▶ **What the task asks**
Wherever a line in the records contains the word "item", return that line.

(Beginning of Records for the task)

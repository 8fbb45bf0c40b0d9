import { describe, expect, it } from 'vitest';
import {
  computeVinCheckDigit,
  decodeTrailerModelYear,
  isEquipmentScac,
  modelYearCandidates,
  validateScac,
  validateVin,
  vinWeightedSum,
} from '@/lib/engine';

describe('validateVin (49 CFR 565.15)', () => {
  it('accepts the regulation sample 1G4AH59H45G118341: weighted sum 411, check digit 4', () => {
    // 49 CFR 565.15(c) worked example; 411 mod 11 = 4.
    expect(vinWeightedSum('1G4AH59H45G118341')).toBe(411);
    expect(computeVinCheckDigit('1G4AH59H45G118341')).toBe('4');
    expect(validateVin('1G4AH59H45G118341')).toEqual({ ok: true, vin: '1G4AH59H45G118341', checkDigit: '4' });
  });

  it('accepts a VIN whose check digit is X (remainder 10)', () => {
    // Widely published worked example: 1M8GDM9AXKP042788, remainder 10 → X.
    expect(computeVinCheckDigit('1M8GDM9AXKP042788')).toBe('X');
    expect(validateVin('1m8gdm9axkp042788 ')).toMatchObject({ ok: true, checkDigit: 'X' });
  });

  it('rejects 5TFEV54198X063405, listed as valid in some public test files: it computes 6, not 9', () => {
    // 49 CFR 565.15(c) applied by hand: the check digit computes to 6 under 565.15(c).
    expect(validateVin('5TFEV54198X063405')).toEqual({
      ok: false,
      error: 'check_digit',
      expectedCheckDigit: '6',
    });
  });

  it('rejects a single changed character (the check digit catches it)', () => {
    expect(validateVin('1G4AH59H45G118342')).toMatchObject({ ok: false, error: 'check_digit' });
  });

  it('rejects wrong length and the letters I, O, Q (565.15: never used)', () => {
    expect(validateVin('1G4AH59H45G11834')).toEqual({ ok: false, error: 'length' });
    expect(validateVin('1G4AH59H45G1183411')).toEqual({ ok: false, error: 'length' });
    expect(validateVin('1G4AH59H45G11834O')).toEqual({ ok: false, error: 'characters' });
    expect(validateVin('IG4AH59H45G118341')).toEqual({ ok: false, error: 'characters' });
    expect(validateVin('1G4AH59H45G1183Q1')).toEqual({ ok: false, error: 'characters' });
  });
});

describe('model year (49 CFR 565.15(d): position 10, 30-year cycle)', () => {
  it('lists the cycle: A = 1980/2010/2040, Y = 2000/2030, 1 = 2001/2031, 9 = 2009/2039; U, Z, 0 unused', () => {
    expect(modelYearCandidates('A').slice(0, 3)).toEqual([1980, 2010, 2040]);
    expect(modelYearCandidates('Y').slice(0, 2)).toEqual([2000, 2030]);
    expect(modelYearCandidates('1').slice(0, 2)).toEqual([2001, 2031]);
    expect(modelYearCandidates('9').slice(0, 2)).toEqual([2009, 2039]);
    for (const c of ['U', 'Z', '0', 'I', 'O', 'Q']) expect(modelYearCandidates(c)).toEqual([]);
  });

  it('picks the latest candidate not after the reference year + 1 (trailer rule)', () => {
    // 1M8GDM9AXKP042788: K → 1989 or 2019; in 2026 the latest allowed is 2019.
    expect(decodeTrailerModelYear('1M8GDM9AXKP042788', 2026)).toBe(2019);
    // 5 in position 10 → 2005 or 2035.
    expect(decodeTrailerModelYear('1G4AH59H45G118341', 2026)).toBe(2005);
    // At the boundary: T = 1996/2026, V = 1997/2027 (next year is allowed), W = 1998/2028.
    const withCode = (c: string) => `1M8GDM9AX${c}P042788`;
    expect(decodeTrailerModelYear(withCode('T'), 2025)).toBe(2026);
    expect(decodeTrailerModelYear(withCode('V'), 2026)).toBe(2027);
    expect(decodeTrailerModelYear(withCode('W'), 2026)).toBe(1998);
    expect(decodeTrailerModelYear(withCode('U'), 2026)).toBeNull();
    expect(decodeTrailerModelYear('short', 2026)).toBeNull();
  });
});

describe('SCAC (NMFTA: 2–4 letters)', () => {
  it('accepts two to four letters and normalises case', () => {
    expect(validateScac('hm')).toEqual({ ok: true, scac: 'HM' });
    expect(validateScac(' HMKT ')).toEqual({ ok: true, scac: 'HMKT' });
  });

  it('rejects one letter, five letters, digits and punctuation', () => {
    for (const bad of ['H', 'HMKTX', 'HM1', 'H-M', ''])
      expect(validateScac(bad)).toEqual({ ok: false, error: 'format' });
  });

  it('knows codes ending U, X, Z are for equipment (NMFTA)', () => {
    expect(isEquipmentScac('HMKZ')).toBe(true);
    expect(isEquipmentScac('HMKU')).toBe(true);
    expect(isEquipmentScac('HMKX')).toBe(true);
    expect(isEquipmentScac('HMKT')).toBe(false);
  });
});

(End of Records for the task)
(Beginning of Records for the task)

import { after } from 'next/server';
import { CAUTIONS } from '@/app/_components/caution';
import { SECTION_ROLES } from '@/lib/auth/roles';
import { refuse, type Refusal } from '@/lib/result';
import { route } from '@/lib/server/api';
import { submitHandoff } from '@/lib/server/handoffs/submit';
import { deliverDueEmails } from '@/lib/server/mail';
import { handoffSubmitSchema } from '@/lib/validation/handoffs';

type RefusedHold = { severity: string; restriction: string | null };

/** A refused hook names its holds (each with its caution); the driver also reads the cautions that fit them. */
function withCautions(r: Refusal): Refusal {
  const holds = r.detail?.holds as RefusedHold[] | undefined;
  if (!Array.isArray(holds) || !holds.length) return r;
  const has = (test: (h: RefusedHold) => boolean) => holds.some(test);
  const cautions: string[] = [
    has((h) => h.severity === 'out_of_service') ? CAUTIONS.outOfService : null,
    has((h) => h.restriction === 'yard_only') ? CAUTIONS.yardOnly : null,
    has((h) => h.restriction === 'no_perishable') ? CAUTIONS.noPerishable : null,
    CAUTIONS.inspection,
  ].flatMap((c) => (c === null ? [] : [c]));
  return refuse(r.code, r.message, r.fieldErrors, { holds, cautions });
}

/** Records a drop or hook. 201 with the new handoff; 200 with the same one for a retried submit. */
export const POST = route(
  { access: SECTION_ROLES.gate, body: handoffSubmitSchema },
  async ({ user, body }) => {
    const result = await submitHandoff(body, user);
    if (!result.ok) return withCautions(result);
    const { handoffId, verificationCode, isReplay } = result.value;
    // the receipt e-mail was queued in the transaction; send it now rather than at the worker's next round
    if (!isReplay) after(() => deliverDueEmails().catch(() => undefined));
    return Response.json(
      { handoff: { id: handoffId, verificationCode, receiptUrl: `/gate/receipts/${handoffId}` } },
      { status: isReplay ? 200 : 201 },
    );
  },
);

(End of Records for the task)
(Beginning of Records for the task)

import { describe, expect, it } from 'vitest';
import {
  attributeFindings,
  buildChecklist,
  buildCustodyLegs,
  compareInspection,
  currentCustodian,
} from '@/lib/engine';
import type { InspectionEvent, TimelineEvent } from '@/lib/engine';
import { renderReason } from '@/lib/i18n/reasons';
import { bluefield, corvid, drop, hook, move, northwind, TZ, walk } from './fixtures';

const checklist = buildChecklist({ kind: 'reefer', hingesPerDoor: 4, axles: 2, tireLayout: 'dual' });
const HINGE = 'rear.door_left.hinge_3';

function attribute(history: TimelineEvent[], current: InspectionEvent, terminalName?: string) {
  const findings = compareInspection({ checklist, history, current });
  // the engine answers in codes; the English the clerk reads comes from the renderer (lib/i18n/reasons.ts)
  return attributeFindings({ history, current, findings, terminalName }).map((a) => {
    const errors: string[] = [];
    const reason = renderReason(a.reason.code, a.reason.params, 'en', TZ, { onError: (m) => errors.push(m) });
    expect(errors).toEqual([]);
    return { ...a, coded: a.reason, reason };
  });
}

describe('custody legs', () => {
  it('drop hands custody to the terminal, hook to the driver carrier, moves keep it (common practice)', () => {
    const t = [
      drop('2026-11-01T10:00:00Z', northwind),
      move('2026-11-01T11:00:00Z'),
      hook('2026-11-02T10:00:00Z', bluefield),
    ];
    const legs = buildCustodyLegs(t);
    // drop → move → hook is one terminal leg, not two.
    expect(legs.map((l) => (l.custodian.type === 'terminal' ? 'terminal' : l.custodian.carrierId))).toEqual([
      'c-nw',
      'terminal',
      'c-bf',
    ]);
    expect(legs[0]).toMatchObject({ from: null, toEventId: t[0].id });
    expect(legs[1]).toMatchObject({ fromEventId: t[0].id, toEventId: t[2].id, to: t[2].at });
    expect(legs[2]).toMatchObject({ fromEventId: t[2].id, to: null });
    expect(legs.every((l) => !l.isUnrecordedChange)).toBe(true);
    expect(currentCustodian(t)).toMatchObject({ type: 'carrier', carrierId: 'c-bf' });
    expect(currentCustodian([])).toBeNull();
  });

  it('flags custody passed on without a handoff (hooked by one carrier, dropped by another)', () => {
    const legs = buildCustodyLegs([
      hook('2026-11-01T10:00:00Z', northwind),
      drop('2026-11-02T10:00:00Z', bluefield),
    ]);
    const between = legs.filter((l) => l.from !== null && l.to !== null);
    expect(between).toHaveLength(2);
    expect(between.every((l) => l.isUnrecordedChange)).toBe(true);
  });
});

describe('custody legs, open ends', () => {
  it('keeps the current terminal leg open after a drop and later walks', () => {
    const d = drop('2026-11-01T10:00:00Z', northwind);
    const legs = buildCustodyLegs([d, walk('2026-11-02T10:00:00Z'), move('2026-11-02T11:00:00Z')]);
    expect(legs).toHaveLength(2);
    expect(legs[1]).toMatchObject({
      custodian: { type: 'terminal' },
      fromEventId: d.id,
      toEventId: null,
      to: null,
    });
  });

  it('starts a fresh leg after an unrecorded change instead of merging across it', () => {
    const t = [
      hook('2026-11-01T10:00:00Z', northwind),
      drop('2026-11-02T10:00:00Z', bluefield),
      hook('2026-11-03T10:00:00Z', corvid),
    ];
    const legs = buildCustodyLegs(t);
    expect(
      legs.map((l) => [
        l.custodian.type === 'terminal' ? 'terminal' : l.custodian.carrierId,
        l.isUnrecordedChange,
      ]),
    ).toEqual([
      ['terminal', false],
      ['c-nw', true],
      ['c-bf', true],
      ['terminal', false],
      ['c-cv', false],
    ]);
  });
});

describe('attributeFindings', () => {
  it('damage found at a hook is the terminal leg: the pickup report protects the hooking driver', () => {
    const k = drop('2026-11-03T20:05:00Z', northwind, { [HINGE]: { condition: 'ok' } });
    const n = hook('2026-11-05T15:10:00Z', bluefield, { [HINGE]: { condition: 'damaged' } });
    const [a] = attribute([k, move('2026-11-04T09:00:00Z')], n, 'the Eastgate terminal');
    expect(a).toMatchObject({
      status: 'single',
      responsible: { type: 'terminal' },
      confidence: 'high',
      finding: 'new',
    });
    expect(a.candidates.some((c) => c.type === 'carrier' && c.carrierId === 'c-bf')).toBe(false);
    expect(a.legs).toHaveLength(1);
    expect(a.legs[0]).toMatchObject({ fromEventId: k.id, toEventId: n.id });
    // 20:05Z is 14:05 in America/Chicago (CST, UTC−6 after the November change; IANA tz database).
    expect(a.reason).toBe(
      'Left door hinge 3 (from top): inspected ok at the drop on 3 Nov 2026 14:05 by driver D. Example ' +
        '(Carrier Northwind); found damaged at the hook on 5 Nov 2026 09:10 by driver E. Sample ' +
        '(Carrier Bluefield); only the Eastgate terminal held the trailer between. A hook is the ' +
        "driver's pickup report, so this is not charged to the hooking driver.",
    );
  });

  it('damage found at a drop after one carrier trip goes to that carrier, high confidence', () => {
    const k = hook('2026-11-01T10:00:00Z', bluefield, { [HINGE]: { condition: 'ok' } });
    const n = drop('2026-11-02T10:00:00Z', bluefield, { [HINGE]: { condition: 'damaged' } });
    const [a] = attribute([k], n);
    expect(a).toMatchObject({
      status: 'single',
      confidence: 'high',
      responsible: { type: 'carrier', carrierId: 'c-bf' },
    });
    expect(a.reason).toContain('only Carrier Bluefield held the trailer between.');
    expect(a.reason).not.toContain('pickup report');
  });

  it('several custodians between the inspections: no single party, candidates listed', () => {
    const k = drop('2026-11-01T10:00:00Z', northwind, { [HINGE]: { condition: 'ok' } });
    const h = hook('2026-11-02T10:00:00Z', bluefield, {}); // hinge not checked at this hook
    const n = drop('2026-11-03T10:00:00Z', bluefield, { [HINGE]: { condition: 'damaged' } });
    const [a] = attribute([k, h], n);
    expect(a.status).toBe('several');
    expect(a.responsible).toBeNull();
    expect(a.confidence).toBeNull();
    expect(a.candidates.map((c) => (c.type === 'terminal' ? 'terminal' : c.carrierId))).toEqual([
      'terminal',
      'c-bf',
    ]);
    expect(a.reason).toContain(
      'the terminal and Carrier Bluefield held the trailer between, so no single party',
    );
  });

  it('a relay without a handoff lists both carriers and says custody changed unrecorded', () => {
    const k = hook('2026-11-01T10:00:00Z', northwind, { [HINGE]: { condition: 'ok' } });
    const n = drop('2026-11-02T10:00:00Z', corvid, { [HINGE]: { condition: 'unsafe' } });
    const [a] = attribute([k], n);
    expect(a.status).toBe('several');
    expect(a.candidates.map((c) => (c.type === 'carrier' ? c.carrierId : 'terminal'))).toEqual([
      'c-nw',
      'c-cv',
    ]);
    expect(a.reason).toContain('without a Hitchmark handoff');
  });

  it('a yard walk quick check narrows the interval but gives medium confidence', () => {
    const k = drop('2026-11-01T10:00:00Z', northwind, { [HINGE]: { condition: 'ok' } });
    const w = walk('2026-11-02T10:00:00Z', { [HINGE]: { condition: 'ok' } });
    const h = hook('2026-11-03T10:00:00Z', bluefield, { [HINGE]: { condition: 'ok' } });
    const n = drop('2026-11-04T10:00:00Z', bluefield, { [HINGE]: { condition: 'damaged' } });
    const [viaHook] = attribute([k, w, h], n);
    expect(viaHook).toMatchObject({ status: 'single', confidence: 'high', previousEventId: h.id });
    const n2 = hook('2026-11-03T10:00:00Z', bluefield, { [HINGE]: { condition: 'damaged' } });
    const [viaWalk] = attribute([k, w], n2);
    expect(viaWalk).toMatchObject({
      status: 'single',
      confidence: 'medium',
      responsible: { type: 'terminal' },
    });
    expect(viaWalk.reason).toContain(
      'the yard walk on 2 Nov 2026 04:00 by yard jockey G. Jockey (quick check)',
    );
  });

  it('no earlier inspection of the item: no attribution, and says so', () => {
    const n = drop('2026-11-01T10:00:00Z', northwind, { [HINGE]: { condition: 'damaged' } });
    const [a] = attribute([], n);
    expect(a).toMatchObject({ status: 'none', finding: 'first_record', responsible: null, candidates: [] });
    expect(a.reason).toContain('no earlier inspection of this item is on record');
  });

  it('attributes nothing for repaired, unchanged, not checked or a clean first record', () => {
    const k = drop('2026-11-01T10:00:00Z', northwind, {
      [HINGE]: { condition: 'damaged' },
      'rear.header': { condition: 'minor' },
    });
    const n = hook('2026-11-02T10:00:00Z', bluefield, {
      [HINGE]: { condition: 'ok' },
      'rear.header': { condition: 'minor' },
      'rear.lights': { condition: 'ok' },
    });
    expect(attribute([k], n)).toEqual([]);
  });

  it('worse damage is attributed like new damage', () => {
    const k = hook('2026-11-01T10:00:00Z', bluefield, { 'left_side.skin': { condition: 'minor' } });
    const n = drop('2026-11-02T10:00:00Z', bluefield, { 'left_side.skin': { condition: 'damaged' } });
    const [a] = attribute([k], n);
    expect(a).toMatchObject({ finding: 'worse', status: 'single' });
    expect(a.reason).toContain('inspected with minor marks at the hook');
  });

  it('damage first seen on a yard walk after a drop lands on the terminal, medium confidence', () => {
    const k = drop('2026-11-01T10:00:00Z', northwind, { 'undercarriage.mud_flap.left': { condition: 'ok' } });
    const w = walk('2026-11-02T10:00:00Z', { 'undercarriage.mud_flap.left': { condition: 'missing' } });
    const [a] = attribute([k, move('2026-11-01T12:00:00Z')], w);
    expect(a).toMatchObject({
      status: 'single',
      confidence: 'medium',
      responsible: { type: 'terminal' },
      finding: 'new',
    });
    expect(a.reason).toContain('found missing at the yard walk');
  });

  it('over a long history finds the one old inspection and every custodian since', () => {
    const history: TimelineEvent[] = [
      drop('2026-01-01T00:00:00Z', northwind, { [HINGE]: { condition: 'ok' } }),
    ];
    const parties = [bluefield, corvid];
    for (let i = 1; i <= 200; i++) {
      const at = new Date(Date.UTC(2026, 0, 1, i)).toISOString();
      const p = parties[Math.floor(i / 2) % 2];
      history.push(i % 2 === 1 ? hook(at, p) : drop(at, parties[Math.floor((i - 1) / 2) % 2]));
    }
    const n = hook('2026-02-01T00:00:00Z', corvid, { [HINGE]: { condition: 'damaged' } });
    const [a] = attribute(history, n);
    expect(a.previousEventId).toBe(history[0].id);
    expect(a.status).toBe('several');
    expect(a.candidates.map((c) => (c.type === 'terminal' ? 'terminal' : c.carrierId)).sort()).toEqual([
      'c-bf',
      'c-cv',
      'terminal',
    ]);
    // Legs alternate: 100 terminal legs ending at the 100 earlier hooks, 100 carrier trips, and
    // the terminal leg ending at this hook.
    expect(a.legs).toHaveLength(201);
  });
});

(End of Records for the task)

▶ **Task solution**
  it('no earlier inspection of the item: no attribution, and says so', () => {
    expect(a.reason).toContain('no earlier inspection of this item is on record');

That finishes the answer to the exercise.